Flying Saucers
- Founder: Raymond A. Palmer
- First issue: 1957; 69 years ago
- Final issue: 1977; 49 years ago
- Country: United States

= Flying Saucers (magazine) =

Flying Saucers was a monthly magazine published and edited by Raymond A. Palmer, devoted to articles on UFOs and the Shaver Mystery.

==History==
The magazine was first published as Flying Saucers from Other Worlds in 1957, before evolving into Flying Saucers in 1958. The initial title was designed to create confusion with a science fiction magazine Other Worlds, which Palmer also published and which overlapped for two issues. Such confusion may have been designed to overcome the difficulty that a new magazine in a new category would have in finding space on news stands, to help attract readership, or more likely both. The confusion continues to tax magazine collectors to this day.
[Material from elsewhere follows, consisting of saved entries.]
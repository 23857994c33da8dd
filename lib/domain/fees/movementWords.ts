import type { MoneyAccount } from '@/db/queries/moneyLedger'

/** The chart of accounts, as it is called on screen, in the order of a balance. */
export const accountWords: Record<MoneyAccount, string> = {
  receivable: 'owed by proposals',
  invoiced: 'owed by institutes',
  provider: 'at the payment firm',
  bank: 'at the bank',
  disputed: 'held in disputes',
  'owed-back': 'to be given back',
  income: 'fees billed',
  waived: 'waived',
  refunds: 'given back of fees',
  'firm-fees': 'kept by the payment firm',
  lost: 'lost in disputes',
}

const kinds: Record<string, string> = {
  billed: 'billed',
  paid: 'paid by card',
  charged: 'firm’s charge',
  invoiced: 'invoice written',
  settled: 'invoice paid',
  credited: 'invoice taken back',
  waived: 'waived',
  lapsed: 'lapsed',
  cancelled: 'cancelled',
  refund: 'refund decided',
  'refund-failed': 'refund failed',
  refunded: 'given back',
  disputed: 'disputed',
  'dispute-won': 'dispute won',
  'dispute-lost': 'dispute lost',
  'dispute-decided': 'lost dispute decided',
  'paid-after-all': 'dispute won after all',
  'dispute-charge': 'firm’s charge for a dispute',
}

/** What a movement is, from its name: `paid:12` is `paid by card`. */
export function movementWords(movement: string): string {
  const [kind = ''] = movement.split(':')
  return kinds[kind] ?? kind
}
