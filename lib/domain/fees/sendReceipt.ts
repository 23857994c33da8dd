import { findPerson } from '@/db/queries/people'
import type { PaymentsRow } from '@/db/tables'
import { paths } from '@/lib/paths'
import type { Context } from '../context'
import { feeReceipt } from '../outbox/letters/feeReceipt'
import { queueLetter, type Addressee } from '../outbox/queueLetter'
import type { ProposalContents } from '../proposals/types'
import type { MoneyArrived } from './rules'

/** The receipt by letter, to whoever paid and to the principal investigator. */
export async function sendReceipt(
  tx: Context,
  paid: {
    contents: ProposalContents
    payment: PaymentsRow
    meaning: MoneyArrived
    number: string
    cardLast4: string | null
    paidAt: Date
  },
): Promise<void> {
  const { contents, payment } = paid
  const payer = payment.started_by === null ? null : await findPerson(tx.db, payment.started_by)
  const leads = contents.people.filter(({ role }) => role === 'pi')
  const readers: Addressee[] = [
    ...leads,
    ...(payer ? [{ personId: payer.id, email: payer.email, name: payer.name }] : []),
  ]
  const url = `${tx.request.origin}${paths.proposalSent(contents.reference)}`
  for (const reader of readers) {
    const letter = feeReceipt({
      name: reader.name,
      reference: contents.reference,
      title: contents.title,
      number: paid.number,
      amountMinor: payment.amount_minor,
      currency: payment.currency,
      cardLast4: paid.cardLast4,
      paidAt: paid.paidAt,
      meaning: paid.meaning,
      url,
    })
    await queueLetter(tx, reader, letter, `receipt:${payment.id}`)
  }
}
Flying Saucers From Other Worlds was first published in June 1957 and cost 35 cents an issue. The editorial by Ray Palmer on page 4 begins with "This is the first Flying Saucers From Other Worlds. Ray A. Palmer was Editor, Gray Barker was Eastern Editor and August C. Roberts was Photo Editor. Col. Ron Ormond was Western Editor several issues later. The front cover of issue number one was a composite from the movies Forbidden Planet" and "Captive Women". The editorial address was in Amherst, Wisconsin. The magazine itself was published by Palmer Publications, Inc. in Evanston, Illinois.
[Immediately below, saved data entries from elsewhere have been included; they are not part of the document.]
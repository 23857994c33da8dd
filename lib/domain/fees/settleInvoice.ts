import { databaseNow } from '@/db/queries/clock'
import { lockFee, updateFee } from '@/db/queries/fees'
import { closeInvoice, findInvoice } from '@/db/queries/invoices'
import { moveMoney } from '@/db/queries/moneyLedger'
import { authorize } from '@/lib/auth/authorize'
import { refuse } from '@/lib/errors'
import { formatMoney } from '@/lib/format'
import { paths } from '@/lib/paths'
import type { ActingContext } from '../context'
import { inTransaction } from '../inTransaction'
import { writeLogbook } from '../logbook/writeLogbook'
import { invoiceSettled } from '../outbox/letters/invoiceSettled'
import { queueLetter } from '../outbox/queueLetter'
import { readContents } from '../proposals/readContents'
import { whyNotThatDay } from './invoiceRules'
import { moneyAmount } from './moneyAmount'
import { mayHandleFees } from './policy'

export interface SettleInvoiceInput {
  number: string
  /** As typed, in the currency of the invoice. */
  amount: string
  /** Day the money reached the bank, `2027-04-02`. */
  paidOn: string
  bankReference: string
}

/** Puts on record that the bank has an institute's money: the fee is paid, and the investigators are told. */
export async function settleInvoice(ctx: ActingContext, input: SettleInvoiceInput): Promise<void> {
  authorize(mayHandleFees(ctx.actor))
  await inTransaction(ctx, async (tx) => {
    const known = await findInvoice(tx.db, input.number)
    const fee = known && (await lockFee(tx.db, known.fee_id))
    const invoice = fee && (await findInvoice(tx.db, input.number))
    if (!fee || !invoice) throw refuse.notFound('invoice')
    if (invoice.state !== 'open')
      throw refuse.closed(`Invoice ${invoice.number} is ${invoice.state} already. Load the page again.`)
    const amountMinor = moneyAmount(input.amount, invoice.currency)
    if (typeof amountMinor === 'string') throw refuse.field('amount', amountMinor)
    if (amountMinor !== invoice.amount_minor)
      throw refuse.field(
        'amount',
        `The invoice is for ${formatMoney(invoice.amount_minor, invoice.currency)}. Settle it when that has come; another sum is for you to clear with the institute.`,
      )
    const notThen = whyNotThatDay(input.paidOn, invoice.created_at, await databaseNow(tx.db))
    if (notThen) throw refuse.field('paidOn', notThen)

    const outcome = { settledOn: input.paidOn, reference: input.bankReference, closedBy: tx.actor.personId }
    const isFirst =
      (await closeInvoice(tx.db, invoice, { state: 'settled', ...outcome })) &&
      (await updateFee(tx.db, fee, 'paid'))
    if (!isFirst) throw refuse.closed('The invoice has changed a moment ago. Load the page again.')
    await moveMoney(tx.db, {
      movement: `settled:${invoice.id}`,
      feeId: fee.id,
      from: 'invoiced',
      to: 'bank',
      amountMinor,
      currency: invoice.currency,
    })
    const contents = await readContents(tx.db, fee.proposal_id)
    const { reference, title } = contents
    const url = `${tx.request.origin}${paths.proposalSent(reference)}`
    const facts = { number: invoice.number, institute: invoice.institute, reference, title, url }
    for (const person of contents.people.filter(({ role }) => role === 'pi')) {
      const letter = invoiceSettled({ ...facts, name: person.name, amountMinor, currency: invoice.currency })
      await queueLetter(tx, person, letter, `settled:${invoice.number}`)
    }
    await writeLogbook(tx, {
      action: 'fee.settle-invoice',
      subject: { kind: 'proposal', id: reference },
      actingAs: 'office',
      before: { fee: fee.state, invoice: invoice.number },
      after: { amountMinor, currency: invoice.currency, paidOn: input.paidOn, bank: input.bankReference },
    })
  })
}
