import { z } from 'zod'
import { calendarDay } from '../calendarDay'

const reference = z
  .string()
  .regex(/^[0-9A-HJKMNP-TV-Z]{3}-[0-9A-HJKMNP-TV-Z]{3}$/, 'This is not a reference.')

export const startPaymentSchema = z.object({ reference })

export const askForWaiverSchema = z.object({
  reference,
  reason: z
    .string()
    .trim()
    .min(10, 'Say in a sentence why the fee should be waived.')
    .max(2000, 'Keep the reason below 2,000 characters.'),
})

export type AskForWaiverInput = z.input<typeof askForWaiverSchema>

export const decideWaiverSchema = z
  .object({
    waiverId: z.number().int().positive(),
    decision: z.enum(['granted', 'refused'], 'Grant it or refuse it.'),
    note: z.string().trim().max(300, 'Keep the note below 300 characters.'),
  })
  .refine(({ decision, note }) => decision === 'granted' || note.length > 0, {
    path: ['note'],
    message: 'Say why it is refused.',
  })

export type DecideWaiverInput = z.input<typeof decideWaiverSchema>

const oneLine = (limit: number, missing: string, long: string) =>
  z.string().trim().min(1, missing).max(limit, long)

const reason = oneLine(300, 'Say why, in a sentence.', 'Keep the reason below 300 characters.')

const amount = oneLine(20, 'Give the amount.', 'This is not an amount.')

const billNumber = z.string().regex(/^Q[IC]-\d{4}-\d{4,}$/, 'There is no such number.')

/** In the address of a PDF. */
export const billParams = z.object({ reference, number: billNumber })

export const refundFeeSchema = z
  .object({
    reference,
    amount,
    reason,
    givenBackMinor: z.number().int().nonnegative(),
    /** The reference once more, by hand. */
    typed: z.string().trim().toUpperCase(),
  })
  .refine(({ typed, reference: expected }) => typed === expected, {
    path: ['typed'],
    message: 'Type the reference of this proposal.',
  })

export type RefundFeeForm = z.input<typeof refundFeeSchema>

export const askForInvoiceSchema = z.object({
  reference,
  institute: oneLine(200, 'Name the institute that pays.', 'Keep the name below 200 characters.'),
  address: oneLine(500, 'Give its postal address.', 'Keep the address below 500 characters.'),
  purchaseOrder: z.string().trim().max(60, 'Keep the purchase order below 60 characters.'),
  sendTo: z.email('Give the address the invoice is mailed to.').max(254, 'This address is too long.'),
})

export type AskForInvoiceForm = z.input<typeof askForInvoiceSchema>

export const settleInvoiceSchema = z.object({
  number: billNumber,
  amount,
  paidOn: calendarDay,
  bankReference: oneLine(140, 'Give the reference on the statement.', 'Keep it below 140 characters.'),
})

export type SettleInvoiceForm = z.input<typeof settleInvoiceSchema>

export const cancelInvoiceSchema = z.object({
  number: billNumber,
  reason,
  then: z.enum(['due', 'nothing'], 'Say what becomes of the fee.'),
})

export type CancelInvoiceForm = z.input<typeof cancelInvoiceSchema>

export const decideDisputeSchema = z.object({
  disputeId: z.number().int().positive(),
  decision: z.enum(['ask-again', 'waive', 'withdraw', 'accept'], 'Say what becomes of the fee.'),
  graceDays: z
    .string()
    .trim()
    .regex(/^\d{1,2}$/, 'Give whole days.')
    .transform(Number)
    .refine((days) => days >= 1 && days <= 60, 'Between 1 and 60 days.'),
  note: reason,
})

export type DecideDisputeForm = z.input<typeof decideDisputeSchema>

export const remindOwingSchema = z.object({ slug: z.string().min(1).max(60) })

export const recordTransferSchema = z.object({
  refundId: z.number().int().positive(),
  bankReference: oneLine(140, 'Give the reference of the transfer.', 'Keep it below 140 characters.'),
})

export type RecordTransferForm = z.input<typeof recordTransferSchema>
The Flying Saucers From Other Worlds May 1958 Issue No. 29 was the last one by that title. In the July–August 1958 Issue No. 30 the name of the magazine was changed to Flying Saucers, The Magazine of Space Conquest. Ray Palmer was still editor at that time. The title was later changed to Flying Saucers, Mysteries of the Space Age and the magazine continued until June 1976 when it ceased publication.